The political attraction of wrapping up post-pandemic NHS spending and social care is that it will help win public consent. It is much easier to ‘sell’ a tax rise on the grounds that it will cut waiting lists than because it mitigates a theoretical risk of needing care. It softens the criticism of those who think it unfair that the working should pay yet more for the retired. But it becomes more difficult to credibly claim that you have ‘fixed’ social care and provided it with sustainable long-term funding. If resources raised from extra taxes are to be shared between the NHS and care, there is an obvious danger that over time the health service will once again take this money.
It also misses an opportunity to hold a national conversation about care. Polling conducted for Engage Britain by Yonder shows the lack of public understanding when it comes to the sector. More than half of those asked did not know whether social care is free for everyone, with only 26 per cent answering, correctly, that it was not. (54 per cent did not know, 20 per cent believed it is free for all).

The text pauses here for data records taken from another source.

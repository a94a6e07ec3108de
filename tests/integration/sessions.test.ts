// Session expiry and renewal (lucia v3 with sessions in PostgreSQL): a session in the second half of
// its 14 days is renewed ("fresh") on use, an expired one is gone, sign-out ends it.
import { sql } from "kysely";
import { beforeAll, describe, expect, it } from "vitest";
import { signOutAction } from "@/app/(auth)/actions";
import { lucia } from "@/lib/auth/lucia";
import { getActor } from "@/lib/auth/session";
import { actAs, currentCookie, runAction, userIdOf } from "../support/act-as";
import { resetTables, testDb } from "./support/db";

const DAY = 24 * 60 * 60 * 1000;

beforeAll(() => resetTables());

describe("lucia sessions", () => {
  it("a new session lasts 14 days and is not renewed on its first use", async () => {
    const s = await lucia.createSession(await userIdOf("engineer"), {});
    expect(s.expiresAt.getTime() - Date.now()).toBeGreaterThan(13.9 * DAY);
    const { session } = await lucia.validateSession(s.id);
    expect(session?.fresh).toBe(false);
  });

  it("a session used in the second half of its life is extended back to 14 days", async () => {
    const s = await lucia.createSession(await userIdOf("engineer"), {});
    await testDb().updateTable("user_sessions").set({ expires_at: new Date(Date.now() + 3 * DAY) }).where("id", "=", s.id).execute();
    const { session } = await lucia.validateSession(s.id);
    expect(session?.fresh).toBe(true);
    const row = await testDb().selectFrom("user_sessions").select("expires_at").where("id", "=", s.id).executeTakeFirstOrThrow();
    expect(new Date(row.expires_at).getTime() - Date.now()).toBeGreaterThan(13.9 * DAY);
  });

  it("an expired session signs nobody in and is deleted", async () => {
    await actAs("client");
    const id = currentCookie(lucia.sessionCookieName)!;
    await testDb().updateTable("user_sessions").set({ expires_at: sql<Date>`now() - interval '1 minute'` }).where("id", "=", id).execute();
    expect(await getActor()).toBeNull();
    expect(await testDb().selectFrom("user_sessions").select("id").where("id", "=", id).executeTakeFirst()).toBeUndefined();
  });

  it("sign-out ends the session in the database and clears the cookie", async () => {
    await actAs("builder");
    const id = currentCookie(lucia.sessionCookieName)!;
    expect(await runAction(() => signOutAction())).toEqual({ redirect: "/sign-in" });
    expect(currentCookie(lucia.sessionCookieName)).toBeUndefined();
    expect((await lucia.validateSession(id)).session).toBeNull();
  });

  it("a deactivated member's sessions stop working at once", async () => {
    await actAs("builder");
    const builder = await userIdOf("builder");
    await testDb().updateTable("users").set({ active: false }).where("id", "=", builder).execute();
    expect(await getActor()).toBeNull();
    await testDb().updateTable("users").set({ active: true }).where("id", "=", builder).execute();
  });
});
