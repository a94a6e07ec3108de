import { readdirSync, readFileSync, statSync } from "node:fs";
import path from "node:path";
import { describe, expect, it } from "vitest";
import { openApiDocument } from "@/lib/api/openapi";

const apiRoot = path.resolve(__dirname, "../../app/api/v1");

/** Every route.ts under app/api/v1 as "METHOD /path" (Next's [param] → {param}). */
function routeFiles(dir = apiRoot): string[] {
  const out: string[] = [];
  for (const name of readdirSync(dir)) {
    const full = path.join(dir, name);
    if (statSync(full).isDirectory()) out.push(...routeFiles(full));
    else if (name === "route.ts") {
      const rel = "/" + path.relative(apiRoot, dir).split(path.sep).join("/");
      if (rel.includes("[...")) continue; // the JSON 404 catch-all
      const p = rel.replace(/\[(\w+)\]/g, "{$1}");
      const src = readFileSync(full, "utf8");
      for (const m of src.matchAll(/export (?:const|async function|function) (GET|POST|PUT|PATCH|DELETE)\b/g)) out.push(`${m[1]} ${p}`);
    }
  }
  return out.sort();
}

describe("openApiDocument", () => {
  const doc = openApiDocument() as { paths: Record<string, Record<string, { requestBody?: unknown }>>; components: { schemas: Record<string, unknown> } };

  it("documents exactly the route handlers that exist", () => {
    const documented = Object.entries(doc.paths)
      .flatMap(([p, ops]) => Object.keys(ops).map((m) => `${m.toUpperCase()} ${p}`))
      .sort();
    expect(documented).toEqual(routeFiles());
  });

  it("resolves every $ref inside the document", () => {
    const refs = [...JSON.stringify(doc).matchAll(/"\$ref":"#\/components\/schemas\/([^"]+)"/g)].map((m) => m[1]!);
    for (const r of refs) expect(doc.components.schemas, r).toHaveProperty(r);
    expect(JSON.stringify(doc)).not.toContain("#/$defs/");
  });

  it("gives every POST/PATCH with a body its JSON schema", () => {
    expect(doc.paths["/projects"]?.post?.requestBody).toBeDefined();
    expect(doc.paths["/absorbers/spectrum"]?.post?.requestBody).toBeDefined();
  });
});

This lack of understanding is one reason why care has consistently lost out to the NHS, which delivers a higher rate of political return on investment. It seems likely the government will announce a taper under which the NHS ‘take’ from the additional tax revenue declines over time eventually leaving care as the sole beneficiary. Can we be sure, however, that the same dynamic – which has repeatedly seen care lose out to the NHS – won’t prevail in the years to come?
Ed Balls thinks Boris Johnson has missed a trick in not emulating the way the Blair government prepared the ground for the 2002 tax rise for the NHS and says he pressed Gordon Brown for a similar approach to social care in 2009.

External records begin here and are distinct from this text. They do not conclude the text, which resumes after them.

def test_wilson_coverage_on_a_simulated_chain():
    """95% Wilson intervals cover the true entries in about 95% of repetitions.

    400 independent paths of 400 steps of TRUE_P; for each of the 9 entries the number of
    covering repetitions is tested against Binomial(400, 0.95) with a two-sided binomial test
    at alpha = 1e-6 (about 4.9 standard errors, i.e. coverage outside roughly [0.90, 0.99]
    would be caught).  The same test must reject 80% intervals presented as 95% ones, so it
    has the power to see a wrong interval.
    """
    rng = np.random.default_rng(20240601)
    R, T = 400, 400
    paths = simulate(TRUE_P, T, R, rng)
    covered = np.zeros((3, 3), dtype=int)
    covered80 = np.zeros((3, 3), dtype=int)
    for path in paths:
        C = count_transitions([path], 3)
        n = C.sum(axis=1, keepdims=True)
        lo, hi = wilson_interval(C, n)
        covered += (lo <= TRUE_P) & (TRUE_P <= hi)
        lo8, hi8 = wilson_interval(C, n, level=0.8)
        covered80 += (lo8 <= TRUE_P) & (TRUE_P <= hi8)
    for k in covered.ravel():
        assert stats.binomtest(int(k), R, 0.95).pvalue > ALPHA, covered / R
    # power check: 80% intervals are rejected as 95% ones for every entry
    for k in covered80.ravel():
        assert stats.binomtest(int(k), R, 0.95).pvalue < ALPHA, covered80 / R


# --------------------------------------------------------------------------
# Goodman simultaneous intervals
# --------------------------------------------------------------------------
def test_goodman_formula():
    # Goodman (1965), Technometrics 7:247-254 (formula from memory):
    # A = chi2_1 quantile at 1 - alpha/k; (A + 2x -+ sqrt(A (A + 4 x (N - x) / N))) / (2 (N + A))
    counts = np.array([[12, 30, 0, 58], [1, 1, 1, 1]])
    lo, hi = goodman_intervals(counts, level=0.9)
    k = 4
    A = stats.chi2.ppf(1 - 0.1 / k, 1)
    for r, row in enumerate(counts):
        N = row.sum()
        for j, x in enumerate(row):
            root = np.sqrt(A * (A + 4 * x * (N - x) / N))
            assert lo[r, j] == pytest.approx(max(0.0, (A + 2 * x - root) / (2 * (N + A))), abs=1e-12)
            assert hi[r, j] == pytest.approx((A + 2 * x + root) / (2 * (N + A)), abs=1e-12)
    # it is the Wilson interval at the Bonferroni level 1 - alpha/k (z^2 = A); reference: scipy
    ref = stats.binomtest(30, 100).proportion_ci(confidence_level=1 - 0.1 / k, method="wilson")
    assert (lo[0, 1], hi[0, 1]) == pytest.approx((ref.low, ref.high), abs=1e-12)


def test_goodman_simultaneous_coverage():
    """All entries of a row are covered together in at least 95% of repetitions.

    One-sided binomial test (alternative "less") at alpha = 1e-6 against 0.95, over 400
    repetitions of 300-step paths of TRUE_P, for each row.
    """
    rng = np.random.default_rng(99)
    R = 400
    paths = simulate(TRUE_P, 300, R, rng)
    all_covered = np.zeros(3, dtype=int)
    for path in paths:
        fit = fit_counts(count_transitions([path], 3), simultaneous=True)
        lo, hi = fit.simultaneous
        all_covered += np.all((lo <= TRUE_P) & (TRUE_P <= hi), axis=1)
    for k in all_covered:
        assert stats.binomtest(int(k), R, 0.95, alternative="less").pvalue > ALPHA


# --------------------------------------------------------------------------
# sparse data, zeros, the prior
# --------------------------------------------------------------------------
def test_sparse_findings():
    C = np.array([[30, 10, 0], [3, 4, 0], [0, 0, 0]])
    fit = fit_counts(C, states=["a", "b", "c"])
    codes = [(f.code, f.states[0]) for f in fit.findings]
    assert ("few-departures", "b") in codes  # 7 departures < 20
    assert ("never-left", "c") in codes
    assert ("few-departures", "a") not in codes  # 40 departures
    unobs = [f for f in fit.findings if f.code == "unobserved" and f.states[0] == "a"][0]
    z = stats.norm.ppf(0.975)
    # the quoted bound is the Wilson upper end at x = 0, z^2 / (n + z^2) with n = 40
    assert f"{z * z / (40 + z * z):.3g}" in unobs.message
    assert "not" in unobs.message and "impossible" in unobs.message
    assert not fit.complete and np.all(np.isnan(fit.estimate[2]))
    chain = fit_to_chain(fit)
    assert not chain.is_valid
    assert [p.code for p in chain.problems] == ["no-outgoing"]
    # threshold is configurable
    fit5 = fit_counts(C, min_departures=5)
    assert not any(f.code == "few-departures" for f in fit5.findings)


def test_prior_is_stated_and_never_silent():
    C = np.array([[8, 2, 0], [0, 5, 5], [0, 0, 0]])
    plain = fit_counts(C)
    assert plain.prior is None and plain.estimate[0, 2] == 0.0
    assert not any(f.code == "prior" for f in plain.findings)
    fit = fit_counts(C, prior=0.5)
    # posterior mean of a symmetric Dirichlet(alpha) row: (n_ij + alpha) / (n_i + n alpha)
    np.testing.assert_allclose(fit.estimate, (C + 0.5) / (C.sum(1, keepdims=True) + 1.5), rtol=0, atol=1e-15)
    assert fit.complete
    assert any(f.code == "prior" and "0.5" in f.message for f in fit.findings)
    chain = fit_to_chain(fit)
    assert chain.is_valid
    assert chain.exact_probabilities[("s0", "s2")] == Fraction(1, 23)  # 0.5 / 11.5
    assert chain.exact_probabilities[("s2", "s1")] == Fraction(1, 3)
    # Beta marginal of the Dirichlet posterior (scipy.stats.beta as reference)
    lo, hi = fit.posterior
    a, b = 2 + 0.5, 8 + 1.0
    assert lo[0, 1] == pytest.approx(stats.beta.ppf(0.025, a, b), abs=1e-12)
    assert hi[0, 1] == pytest.approx(stats.beta.ppf(0.975, a, b), abs=1e-12)
    with pytest.raises(OptionError, match="positive"):
        fit_counts(C, prior=0)


def test_awkward_prior_writes_floats_with_rest():
    C = np.array([[3, 1], [2, 2]])
    fit = fit_counts(C, prior=1 / 3)
    chain = fit_to_chain(fit)
    assert chain.is_valid
    assert any(t.p == "rest" for t in chain.transitions)
    np.testing.assert_allclose(chain.matrix(), fit.estimate, rtol=0, atol=1e-15)


# --------------------------------------------------------------------------
# drawing matrices
# --------------------------------------------------------------------------
@pytest.mark.parametrize("alpha", [0.0, 0.01, 1.0])
def test_posterior_draws_have_dirichlet_moments(alpha):
    """Mean and variance of Dirichlet(counts + alpha) draws (textbook Dirichlet moments:
    E = a_j / a_0, Var = a_j (a_0 - a_j) / (a_0^2 (a_0 + 1)), common practice), within 5 SE."""
    C = np.array([[7, 3, 0], [1, 0, 0], [2, 2, 2]])
    D = 20000
    X = sample_matrices(C, D, method="posterior", prior=alpha, rng=np.random.default_rng(5))
    assert X.shape == (D, 3, 3)
    assert np.all(np.isfinite(X))
    np.testing.assert_allclose(X.sum(axis=2), 1.0, rtol=0, atol=1e-12)
    a = C + alpha
    a0 = a.sum(axis=1, keepdims=True)
    mean = a / a0
    var = a * (a0 - a) / (a0**2 * (a0 + 1))
    se = np.sqrt(var / D)
    assert np.all(np.abs(X.mean(axis=0) - mean) <= 5 * se + 1e-15)
    if alpha == 0:
        assert np.all(X[:, C == 0] == 0.0)  # observed support only
    # each entry's whole law: the Dirichlet marginal is Beta(a_j, a_0 - a_j) (common practice).
    # At thresholds inside (0, 1) the share of draws below must match scipy.stats.beta's cdf
    # (binomial test at alpha = 1e-6).  Thresholds, not a KS test, because with alpha = 0.01 much
    # of the mass lies within 1e-16 of 0 or 1 and is rounded onto the endpoints.
    for i in range(3):
        for j in range(3):
            if a[i, j] > 0 and a0[i, 0] - a[i, j] > 0:
                ref = stats.beta(a[i, j], a0[i, 0] - a[i, j])
                for t in (1e-6, 0.01, 0.1, 0.5, 0.9, 0.99, 1 - 1e-6):
                    k = int(np.count_nonzero(X[:, i, j] < t))
                    assert stats.binomtest(k, D, float(ref.cdf(t))).pvalue > ALPHA, (i, j, t)


def test_bootstrap_draws():
    C = np.array([[60, 40], [10, 0]])
    X = sample_matrices(C, 5000, method="bootstrap", rng=np.random.default_rng(3))
    # row 0: Binomial(100, 0.4) / 100 has mean 0.4 and variance 0.0024 (binomial moments)
    assert X[:, 0, 1].mean() == pytest.approx(0.4, abs=5 * np.sqrt(0.0024 / 5000))
    assert X[:, 0, 1].var() == pytest.approx(0.0024, rel=0.1)
    assert np.all(X[:, 1] == [1.0, 0.0])
    with pytest.raises(OptionError, match="unknown sampling method"):
        sample_matrices(C, 3, method="jackknife")
    with pytest.raises(OptionError, match="never left"):
        sample_matrices(np.array([[1, 0], [0, 0]]), 3, method="posterior")


# --------------------------------------------------------------------------
# the order test
# --------------------------------------------------------------------------
def scipy_order_statistics(seq, n):
    """Sum over middle states of scipy's independence tests (reference implementation)."""
    seq = np.asarray(seq)
    T = np.zeros((n, n, n))
    np.add.at(T, (seq[:-2], seq[1:-1], seq[2:]), 1)
    g2 = x2 = 0.0
    df = 0
    for j in range(n):
        tab = T[:, j, :]
        tab = tab[tab.sum(axis=1) > 0][:, tab.sum(axis=0) > 0]
        if tab.size == 0 or min(tab.shape) < 2:
            continue
        s1, _, d, _ = stats.chi2_contingency(tab, correction=False)
        s2, _, _, _ = stats.chi2_contingency(tab, correction=False, lambda_="log-likelihood")
        x2 += s1
        g2 += s2
        df += d
    return g2, x2, df


def second_order_path(T, rng):
    """Two states; the next state repeats the previous-but-one with probability 0.8."""
    s = [0, 1]
    for _ in range(T - 2):
        s.append(s[-2] if rng.random() < 0.8 else 1 - s[-2])
    return np.array(s)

‘We had won the 1997 election on a promise to save the NHS but we knew we hadn’t yet prepared it for the 21st century and there was quite a bit of scepticism over whether the NHS could survive as a model. Even as late as 2005 Tories wanted to increase private insurance with the so-called “patient passport”.’
‘The point about [the Wanless review] wasn’t just about the tax rise, it was to have this big public argument about the future. Now whatever you think about what followed the health service improved to the extent to which by 2010 David Cameron was promising to cut the deficit not the NHS.’ As social care became a pressing problem towards the end of the last Labour government Ed Balls, sceptical of Andy Burnham’s so-called death tax, said that he pressed Gordon Brown to hold a similar ‘big public process’ in 2009.
Mr Johnson is approaching what is likely to be one of the defining moments of his premiership if he presses ahead with a NI rise for health and care. The increase to national insurance in 2002 was ‘the only serious, non-forced, discretionary tax rise since at least 1979,’ the former Treasury permanent secretary Lord Macpherson told Mr Timmins.
It is not, in short, something politicians do lightly or often. The last time it was done it transformed public perceptions of the NHS and settled the future of its funding model for a generation. What are the ambitions for this increase?
There is already an urgent need to address the mismatch between peoples’ expectations of health and care services and the resources we’re putting in as a society. Costs, driven by an ageing population, were rising before the pandemic. And they’ll continue to rise in the future. If the rise in NI can’t address this, then what will? And is it even credible to think the money will ever find its way to the care system, if it means taking it away from the NHS? It certainly won’t unless there is a clear vision for the future that the public can get behind. At Engage Britain, we’re getting people themselves involved in addressing these big, long-term challenges. It’s the best way to find politically sustainable ways forward.
Mr Johnson has a chance to start to resolve that mismatch. But his tax rise needs a vision on the future of both health and care that commands broad public support.